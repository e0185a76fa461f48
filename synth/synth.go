package synth

import (
	"cmp"
	"context"
	"errors"
	"math"
	"slices"

	"offplane/scenarios"
	"offplane/synth/camera"
	"offplane/synth/kernel"
	"offplane/synth/obs"
	"offplane/synth/parallel"
)

// Unit of the frames.
const Unit = "erg cm-2 s-1 sr-1"

// Synthesize makes the observation of a scenario and its truth. The observation keeps
// its frames of both lines. Progress, if not nil, is called now and then, one call at
// a time. The result does not depend on the number of workers (< 1: every core).
func Synthesize(ctx context.Context, s *scenarios.Scenario, light Light, workers int, progress func(done, total int)) (*obs.Observation, *Truth, error) {
	c, err := NewScene(ctx, s, light, workers)
	if err != nil {
		return nil, nil, err
	}
	return c.Observe(ctx, workers, progress)
}

// tile is the number of neighbouring pixels that a worker takes at a time. It changes
// nothing but the time taken.
const tile = 8 * kernel.Rays

// Observe is Synthesize for a scene that is ready.
func (c *Scene) Observe(ctx context.Context, workers int, progress func(done, total int)) (*obs.Observation, *Truth, error) {
	return c.observe(ctx, workers, tile, progress)
}

func (c *Scene) observe(ctx context.Context, workers, tile int, progress func(done, total int)) (*obs.Observation, *Truth, error) {
	e, truth, err := c.expose(ctx, workers, tile, progress)
	if err != nil {
		return nil, nil, err
	}
	o, err := e.develop(ctx, workers)
	return o, truth, err
}

// expose makes the light before the camera's stages.
func (c *Scene) expose(ctx context.Context, workers, tile int, progress func(done, total int)) (*Exposed, *Truth, error) {
	nt := Frames(c.s)
	nk := len(c.s.Camera.Tunings)
	cam := c.camera()
	plan := camera.NewSchedule(c.s.Camera, nt, c.s.Seed)
	d := c.newDevelopment(cam, plan)
	raw := [2]*obs.Cube{obs.NewCube(len(d.lit), nk, nt), obs.NewCube(len(d.lit), nk, len(plan.Second))}
	truth := newTruth(c.Grid)
	inField := make(map[int32]int32, len(d.all)) // by place in the wide raster
	for _, p := range d.all {
		inField[d.wide.place(&c.Grid, p)] = p
	}
	lit, wide := d.lit, &d.wide.Grid

	// Neighbours share field lines, so they come one after the other.
	order := make([]int, len(lit))
	for i := range order {
		order[i] = i
	}
	slices.SortFunc(order, func(a, b int) int {
		return cmp.Compare(zigzag(int(lit[a])%wide.Nx, int(lit[a])/wide.Nx), zigzag(int(lit[b])%wide.Nx, int(lit[b])/wide.Nx))
	})

	workers = parallel.Workers(workers)
	lamps := make([]*lamp, workers)
	rays := make([][][]sample, workers)
	done := progressCounter(len(order), progress)
	err := parallel.For(ctx, (len(order)+tile-1)/tile, workers, func(w, i int) error {
		if lamps[w] == nil {
			lamps[w] = c.newLamp(plan)
			rays[w] = make([][]sample, tile)
		}
		series := make([][]float32, 0, kernel.Rays)
		part := order[i*tile : min((i+1)*tile, len(order))]
		for n, q := range part {
			p := lit[q]
			y, z := wide.Sky(int(p)%wide.Nx, int(p)/wide.Nx)
			var err error
			if rays[w][n], err = c.ray(y, z, rays[w][n]); err != nil {
				return err
			}
			if q, ok := inField[p]; ok {
				v, structure := c.truthOf(rays[w][n])
				truth.set(q, v, structure)
			}
		}
		lamps[w].shine(rays[w][:len(part)])
		for g := 0; g*kernel.Rays < len(part); g++ {
			few := part[g*kernel.Rays : min((g+1)*kernel.Rays, len(part))]
			for line := range 2 {
				for k := range nk {
					series = series[:0]
					for _, q := range few {
						series = append(series, raw[line].Series(q, k))
					}
					lamps[w].take(series, g, line, k)
				}
			}
		}
		done(len(part))
		return nil
	})
	if err != nil {
		return nil, nil, err
	}
	return &Exposed{d, raw}, truth, nil
}

// develop takes the light through the camera's stages. It uses the light up.
func (e *Exposed) develop(ctx context.Context, workers int) (*obs.Observation, error) {
	d := e.development
	c, cam, plan := d.c, d.cam, d.plan
	o := &obs.Observation{Grid: c.Grid, Pixels: d.field, Unit: Unit}
	for l := range 2 {
		for k, off := range c.s.Camera.Tunings {
			o.Tunings = append(o.Tunings, obs.Tuning{Line: l + 1, Index: k, Wavelength: c.light.Rest[l] + float64(off), Delay: plan.Delay[k],
				FilterFWHM: float64(c.s.Camera.Filter), Offset: float64(off), Stages: c.s.Camera.Stages})
		}
	}
	for l := range 2 {
		background, electrons, readNoise := d.background(l), cam.Electrons[l], cam.ReadNoise
		if !c.s.Camera.Noise { // as if every photon were endlessly many electrons
			electrons, readNoise = math.Inf(1), 0
		}
		for f := range e.raw[l].Frames {
			exposure := float64(c.s.Camera.Exposure)
			if plan.Lost[l][f] {
				exposure = 0
			}
			o.Exposures = append(o.Exposures, obs.Exposure{
				Line: l + 1, Frame: f, Time: plan.Time(l, f, float64(c.s.Camera.Cadence)), Exposure: exposure,
				Electrons: electrons, Background: background, ReadNoise: readNoise,
			})
		}
	}
	for l := range 2 {
		var err error
		if o.Frames[l], err = d.develop(ctx, e.raw[l], l, workers); err != nil {
			return nil, err
		}
		e.raw[l] = nil
		o.Mean[l] = obs.Means(o.Frames[l])
	}
	if o = withoutDark(o); len(o.Pixels) == 0 {
		return nil, errors.New("camera: no pixel of the field has a whole frame; all are occulted, saturated or lost")
	}
	return o, nil
}

// zigzag numbers the pixels so that each aligned block of 2, 4, 8, ... has consecutive
// numbers: the bits of x and y in turn (Morton 1966, from memory).
func zigzag(x, y int) uint64 {
	spread := func(v int) uint64 {
		u := uint64(v)
		u = (u | u<<16) & 0x0000ffff0000ffff
		u = (u | u<<8) & 0x00ff00ff00ff00ff
		u = (u | u<<4) & 0x0f0f0f0f0f0f0f0f
		u = (u | u<<2) & 0x3333333333333333
		return (u | u<<1) & 0x5555555555555555
	}
	return spread(x) | spread(y)<<1
}

// camera returns the camera of the scene.
func (c *Scene) camera() *camera.Camera {
	return camera.New(c.s.Camera, c.s.Seed, c.Grid.Pixel*obs.Arcsec, c.light.Disc, c.light.Rest)
}

// withoutDark takes out of the field the pixels of which no frame of the first line is
// whole.
func withoutDark(o *obs.Observation) *obs.Observation {
	var keep []int
	for i, x := range o.Mean[0][0] {
		if x == x {
			keep = append(keep, i)
		}
	}
	if len(keep) == len(o.Pixels) {
		return o
	}
	pixels := make([]int32, len(keep))
	for j, i := range keep {
		pixels[j] = o.Pixels[i]
	}
	o.Pixels = pixels
	for l, c := range o.Frames {
		kept := obs.NewCube(len(keep), c.Tunings, c.Frames)
		for j, i := range keep {
			for k := range c.Tunings {
				copy(kept.Series(j, k), c.Series(i, k))
			}
		}
		o.Frames[l] = kept
		for k, m := range o.Mean[l] {
			mean := make([]float32, len(keep))
			for j, i := range keep {
				mean[j] = m[i]
			}
			o.Mean[l][k] = mean
		}
	}
	return o
}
-*-
▶ _PROBLEM_
Your answer must be an exact transcription of all the data above.

▶ _SOLUTION TO THE PROBLEM_
repository e0185a76fa461f48
filename synth/synth.go
package synth

import (
	"cmp"
	"context"
	"errors"
	"math"
	"slices"

	"offplane/scenarios"
	"offplane/synth/camera"
	"offplane/synth/kernel"
	"offplane/synth/obs"
	"offplane/synth/parallel"
)

// Unit of the frames.
const Unit = "erg cm-2 s-1 sr-1"

// Synthesize makes the observation of a scenario and its truth. The observation keeps
// its frames of both lines. Progress, if not nil, is called now and then, one call at
// a time. The result does not depend on the number of workers (< 1: every core).
func Synthesize(ctx context.Context, s *scenarios.Scenario, light Light, workers int, progress func(done, total int)) (*obs.Observation, *Truth, error) {
	c, err := NewScene(ctx, s, light, workers)
	if err != nil {
		return nil, nil, err
	}
	return c.Observe(ctx, workers, progress)
}

// tile is the number of neighbouring pixels that a worker takes at a time. It changes
// nothing but the time taken.
const tile = 8 * kernel.Rays

// Observe is Synthesize for a scene that is ready.
func (c *Scene) Observe(ctx context.Context, workers int, progress func(done, total int)) (*obs.Observation, *Truth, error) {
	return c.observe(ctx, workers, tile, progress)
}

func (c *Scene) observe(ctx context.Context, workers, tile int, progress func(done, total int)) (*obs.Observation, *Truth, error) {
	e, truth, err := c.expose(ctx, workers, tile, progress)
	if err != nil {
		return nil, nil, err
	}
	o, err := e.develop(ctx, workers)
	return o, truth, err
}

// expose makes the light before the camera's stages.
func (c *Scene) expose(ctx context.Context, workers, tile int, progress func(done, total int)) (*Exposed, *Truth, error) {
	nt := Frames(c.s)
	nk := len(c.s.Camera.Tunings)
	cam := c.camera()
	plan := camera.NewSchedule(c.s.Camera, nt, c.s.Seed)
	d := c.newDevelopment(cam, plan)
	raw := [2]*obs.Cube{obs.NewCube(len(d.lit), nk, nt), obs.NewCube(len(d.lit), nk, len(plan.Second))}
	truth := newTruth(c.Grid)
	inField := make(map[int32]int32, len(d.all)) // by place in the wide raster
	for _, p := range d.all {
		inField[d.wide.place(&c.Grid, p)] = p
	}
	lit, wide := d.lit, &d.wide.Grid

	// Neighbours share field lines, so they come one after the other.
	order := make([]int, len(lit))
	for i := range order {
		order[i] = i
	}
	slices.SortFunc(order, func(a, b int) int {
		return cmp.Compare(zigzag(int(lit[a])%wide.Nx, int(lit[a])/wide.Nx), zigzag(int(lit[b])%wide.Nx, int(lit[b])/wide.Nx))
	})

	workers = parallel.Workers(workers)
	lamps := make([]*lamp, workers)
	rays := make([][][]sample, workers)
	done := progressCounter(len(order), progress)
	err := parallel.For(ctx, (len(order)+tile-1)/tile, workers, func(w, i int) error {
		if lamps[w] == nil {
			lamps[w] = c.newLamp(plan)
			rays[w] = make([][]sample, tile)
		}
		series := make([][]float32, 0, kernel.Rays)
		part := order[i*tile : min((i+1)*tile, len(order))]
		for n, q := range part {
			p := lit[q]
			y, z := wide.Sky(int(p)%wide.Nx, int(p)/wide.Nx)
			var err error
			if rays[w][n], err = c.ray(y, z, rays[w][n]); err != nil {
				return err
			}
			if q, ok := inField[p]; ok {
				v, structure := c.truthOf(rays[w][n])
				truth.set(q, v, structure)
			}
		}
		lamps[w].shine(rays[w][:len(part)])
		for g := 0; g*kernel.Rays < len(part); g++ {
			few := part[g*kernel.Rays : min((g+1)*kernel.Rays, len(part))]
			for line := range 2 {
				for k := range nk {
					series = series[:0]
					for _, q := range few {
						series = append(series, raw[line].Series(q, k))
					}
					lamps[w].take(series, g, line, k)
				}
			}
		}
		done(len(part))
		return nil
	})
	if err != nil {
		return nil, nil, err
	}
	return &Exposed{d, raw}, truth, nil
}

// develop takes the light through the camera's stages. It uses the light up.
func (e *Exposed) develop(ctx context.Context, workers int) (*obs.Observation, error) {
	d := e.development
	c, cam, plan := d.c, d.cam, d.plan
	o := &obs.Observation{Grid: c.Grid, Pixels: d.field, Unit: Unit}
	for l := range 2 {
		for k, off := range c.s.Camera.Tunings {
			o.Tunings = append(o.Tunings, obs.Tuning{Line: l + 1, Index: k, Wavelength: c.light.Rest[l] + float64(off), Delay: plan.Delay[k],
				FilterFWHM: float64(c.s.Camera.Filter), Offset: float64(off), Stages: c.s.Camera.Stages})
		}
	}
	for l := range 2 {
		background, electrons, readNoise := d.background(l), cam.Electrons[l], cam.ReadNoise
		if !c.s.Camera.Noise { // as if every photon were endlessly many electrons
			electrons, readNoise = math.Inf(1), 0
		}
		for f := range e.raw[l].Frames {
			exposure := float64(c.s.Camera.Exposure)
			if plan.Lost[l][f] {
				exposure = 0
			}
			o.Exposures = append(o.Exposures, obs.Exposure{
				Line: l + 1, Frame: f, Time: plan.Time(l, f, float64(c.s.Camera.Cadence)), Exposure: exposure,
				Electrons: electrons, Background: background, ReadNoise: readNoise,
			})
		}
	}
	for l := range 2 {
		var err error
		if o.Frames[l], err = d.develop(ctx, e.raw[l], l, workers); err != nil {
			return nil, err
		}
		e.raw[l] = nil
		o.Mean[l] = obs.Means(o.Frames[l])
	}
	if o = withoutDark(o); len(o.Pixels) == 0 {
		return nil, errors.New("camera: no pixel of the field has a whole frame; all are occulted, saturated or lost")
	}
	return o, nil
}

// zigzag numbers the pixels so that each aligned block of 2, 4, 8, ... has consecutive
// numbers: the bits of x and y in turn (Morton 1966, from memory).
func zigzag(x, y int) uint64 {
	spread := func(v int) uint64 {
		u := uint64(v)
		u = (u | u<<16) & 0x0000ffff0000ffff
		u = (u | u<<8) & 0x00ff00ff00ff00ff
		u = (u | u<<4) & 0x0f0f0f0f0f0f0f0f
		u = (u | u<<2) & 0x3333333333333333
		return (u | u<<1) & 0x5555555555555555
	}
	return spread(x) | spread(y)<<1
}

// camera returns the camera of the scene.
func (c *Scene) camera() *camera.Camera {
	return camera.New(c.s.Camera, c.s.Seed, c.Grid.Pixel*obs.Arcsec, c.light.Disc, c.light.Rest)
}

// withoutDark takes out of the field the pixels of which no frame of the first line is
// whole.
func withoutDark(o *obs.Observation) *obs.Observation {
	var keep []int
	for i, x := range o.Mean[0][0] {
		if x == x {
			keep = append(keep, i)
		}
	}
	if len(keep) == len(o.Pixels) {
		return o
	}
	pixels := make([]int32, len(keep))
	for j, i := range keep {
		pixels[j] = o.Pixels[i]
	}
	o.Pixels = pixels
	for l, c := range o.Frames {
		kept := obs.NewCube(len(keep), c.Tunings, c.Frames)
		for j, i := range keep {
			for k := range c.Tunings {
				copy(kept.Series(j, k), c.Series(i, k))
			}
		}
		o.Frames[l] = kept
		for k, m := range o.Mean[l] {
			mean := make([]float32, len(keep))
			for j, i := range keep {
				mean[j] = m[i]
			}
			o.Mean[l][k] = mean
		}
	}
	return o
}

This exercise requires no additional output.